_WORK INSTRUCTIONS_: Select all lines holding the word "widenRings" from the entries that follow.

_AVAILABLE RECORDS_:
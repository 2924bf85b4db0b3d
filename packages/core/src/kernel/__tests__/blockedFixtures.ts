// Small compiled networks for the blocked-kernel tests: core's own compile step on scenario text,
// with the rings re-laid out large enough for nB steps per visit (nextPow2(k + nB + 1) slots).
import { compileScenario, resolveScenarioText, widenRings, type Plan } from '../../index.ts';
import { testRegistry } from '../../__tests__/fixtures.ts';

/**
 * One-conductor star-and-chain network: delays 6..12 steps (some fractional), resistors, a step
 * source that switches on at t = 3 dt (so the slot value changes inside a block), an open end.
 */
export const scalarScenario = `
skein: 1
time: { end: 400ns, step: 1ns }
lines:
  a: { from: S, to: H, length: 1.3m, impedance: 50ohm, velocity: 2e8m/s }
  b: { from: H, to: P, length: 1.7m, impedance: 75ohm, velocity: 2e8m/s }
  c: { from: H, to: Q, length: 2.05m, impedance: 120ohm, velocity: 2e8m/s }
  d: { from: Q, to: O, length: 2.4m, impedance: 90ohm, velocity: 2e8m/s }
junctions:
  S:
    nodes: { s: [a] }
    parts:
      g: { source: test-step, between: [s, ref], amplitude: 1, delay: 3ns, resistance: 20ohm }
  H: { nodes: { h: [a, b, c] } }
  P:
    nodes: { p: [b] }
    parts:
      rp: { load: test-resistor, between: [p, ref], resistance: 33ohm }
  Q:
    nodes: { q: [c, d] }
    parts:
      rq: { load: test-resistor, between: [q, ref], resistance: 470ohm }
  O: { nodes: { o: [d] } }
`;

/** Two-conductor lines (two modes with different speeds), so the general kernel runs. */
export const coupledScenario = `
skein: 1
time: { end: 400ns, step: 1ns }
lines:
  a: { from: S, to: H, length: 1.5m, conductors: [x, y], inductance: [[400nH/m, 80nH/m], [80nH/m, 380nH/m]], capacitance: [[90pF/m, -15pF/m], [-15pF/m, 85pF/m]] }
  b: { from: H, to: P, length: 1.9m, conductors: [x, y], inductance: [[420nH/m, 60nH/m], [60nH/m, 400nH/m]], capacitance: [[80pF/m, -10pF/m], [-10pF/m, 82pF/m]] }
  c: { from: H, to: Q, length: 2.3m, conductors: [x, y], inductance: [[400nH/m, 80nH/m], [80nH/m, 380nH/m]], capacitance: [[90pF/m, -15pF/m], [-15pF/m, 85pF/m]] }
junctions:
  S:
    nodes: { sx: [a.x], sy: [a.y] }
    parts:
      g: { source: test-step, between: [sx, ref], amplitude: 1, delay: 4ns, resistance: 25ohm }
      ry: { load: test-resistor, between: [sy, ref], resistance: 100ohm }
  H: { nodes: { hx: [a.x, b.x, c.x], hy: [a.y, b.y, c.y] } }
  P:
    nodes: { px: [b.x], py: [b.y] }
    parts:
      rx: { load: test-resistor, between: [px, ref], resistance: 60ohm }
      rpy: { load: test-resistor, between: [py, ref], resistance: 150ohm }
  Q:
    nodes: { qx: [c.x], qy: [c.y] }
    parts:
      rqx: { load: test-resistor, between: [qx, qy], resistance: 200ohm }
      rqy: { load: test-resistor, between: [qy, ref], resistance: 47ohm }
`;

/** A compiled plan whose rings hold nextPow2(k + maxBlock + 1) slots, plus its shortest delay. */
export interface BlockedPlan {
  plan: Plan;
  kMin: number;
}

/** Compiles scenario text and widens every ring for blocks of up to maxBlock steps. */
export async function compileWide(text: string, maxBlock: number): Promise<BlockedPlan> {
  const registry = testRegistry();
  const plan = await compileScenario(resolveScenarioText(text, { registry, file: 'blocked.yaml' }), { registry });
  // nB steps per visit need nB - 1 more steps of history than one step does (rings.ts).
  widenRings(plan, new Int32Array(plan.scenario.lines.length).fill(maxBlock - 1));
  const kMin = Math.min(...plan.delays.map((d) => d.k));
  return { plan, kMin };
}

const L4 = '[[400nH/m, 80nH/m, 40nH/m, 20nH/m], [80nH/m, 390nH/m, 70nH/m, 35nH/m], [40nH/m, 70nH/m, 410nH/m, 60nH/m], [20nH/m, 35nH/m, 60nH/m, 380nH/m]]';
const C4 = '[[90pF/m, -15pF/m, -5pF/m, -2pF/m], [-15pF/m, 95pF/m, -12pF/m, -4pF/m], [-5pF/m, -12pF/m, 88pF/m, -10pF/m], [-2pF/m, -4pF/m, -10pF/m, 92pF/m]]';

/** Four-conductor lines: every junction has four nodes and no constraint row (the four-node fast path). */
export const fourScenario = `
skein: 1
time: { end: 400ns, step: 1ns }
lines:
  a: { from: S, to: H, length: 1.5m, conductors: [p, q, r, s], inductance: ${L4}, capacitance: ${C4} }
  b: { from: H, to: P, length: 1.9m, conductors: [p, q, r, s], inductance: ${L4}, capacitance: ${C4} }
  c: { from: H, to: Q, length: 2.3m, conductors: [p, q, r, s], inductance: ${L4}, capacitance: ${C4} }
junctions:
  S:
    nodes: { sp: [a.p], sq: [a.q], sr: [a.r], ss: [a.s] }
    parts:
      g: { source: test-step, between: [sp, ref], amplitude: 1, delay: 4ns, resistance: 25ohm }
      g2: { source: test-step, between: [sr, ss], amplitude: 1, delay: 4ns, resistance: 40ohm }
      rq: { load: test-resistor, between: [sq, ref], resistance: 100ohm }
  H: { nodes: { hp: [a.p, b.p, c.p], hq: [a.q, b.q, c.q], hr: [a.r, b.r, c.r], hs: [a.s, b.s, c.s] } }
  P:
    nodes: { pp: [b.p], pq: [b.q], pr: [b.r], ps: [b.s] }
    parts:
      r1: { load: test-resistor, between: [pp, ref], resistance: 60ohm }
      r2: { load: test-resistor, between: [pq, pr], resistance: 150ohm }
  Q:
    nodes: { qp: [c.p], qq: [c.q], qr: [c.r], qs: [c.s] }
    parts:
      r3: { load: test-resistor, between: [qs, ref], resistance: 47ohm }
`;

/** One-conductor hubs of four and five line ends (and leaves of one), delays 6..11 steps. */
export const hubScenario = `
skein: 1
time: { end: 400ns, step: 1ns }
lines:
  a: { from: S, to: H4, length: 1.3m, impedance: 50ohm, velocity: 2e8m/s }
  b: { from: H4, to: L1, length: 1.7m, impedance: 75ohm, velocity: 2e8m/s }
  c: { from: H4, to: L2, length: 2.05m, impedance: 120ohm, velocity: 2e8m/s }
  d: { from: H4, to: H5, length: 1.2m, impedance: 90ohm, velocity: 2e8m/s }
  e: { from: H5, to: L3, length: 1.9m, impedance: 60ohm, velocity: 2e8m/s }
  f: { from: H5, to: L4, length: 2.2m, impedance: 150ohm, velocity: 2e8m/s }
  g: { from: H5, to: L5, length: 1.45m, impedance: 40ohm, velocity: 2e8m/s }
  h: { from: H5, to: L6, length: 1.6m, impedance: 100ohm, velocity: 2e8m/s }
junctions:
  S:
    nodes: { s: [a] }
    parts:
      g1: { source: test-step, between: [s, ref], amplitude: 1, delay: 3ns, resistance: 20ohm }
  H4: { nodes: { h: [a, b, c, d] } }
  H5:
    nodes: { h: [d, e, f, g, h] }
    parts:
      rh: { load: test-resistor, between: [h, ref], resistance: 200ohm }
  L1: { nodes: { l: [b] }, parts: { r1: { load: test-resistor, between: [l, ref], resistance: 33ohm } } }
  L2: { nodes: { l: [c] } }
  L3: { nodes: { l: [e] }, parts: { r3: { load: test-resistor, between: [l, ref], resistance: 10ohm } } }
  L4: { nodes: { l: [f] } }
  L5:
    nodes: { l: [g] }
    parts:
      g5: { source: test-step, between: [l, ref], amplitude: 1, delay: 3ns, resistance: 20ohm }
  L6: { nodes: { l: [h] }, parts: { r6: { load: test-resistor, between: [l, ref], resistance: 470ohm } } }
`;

_SOLUTION TO THIS TASK_:
import { compileScenario, resolveScenarioText, widenRings, type Plan } from '../../index.ts';
  widenRings(plan, new Int32Array(plan.scenario.lines.length).fill(maxBlock - 1));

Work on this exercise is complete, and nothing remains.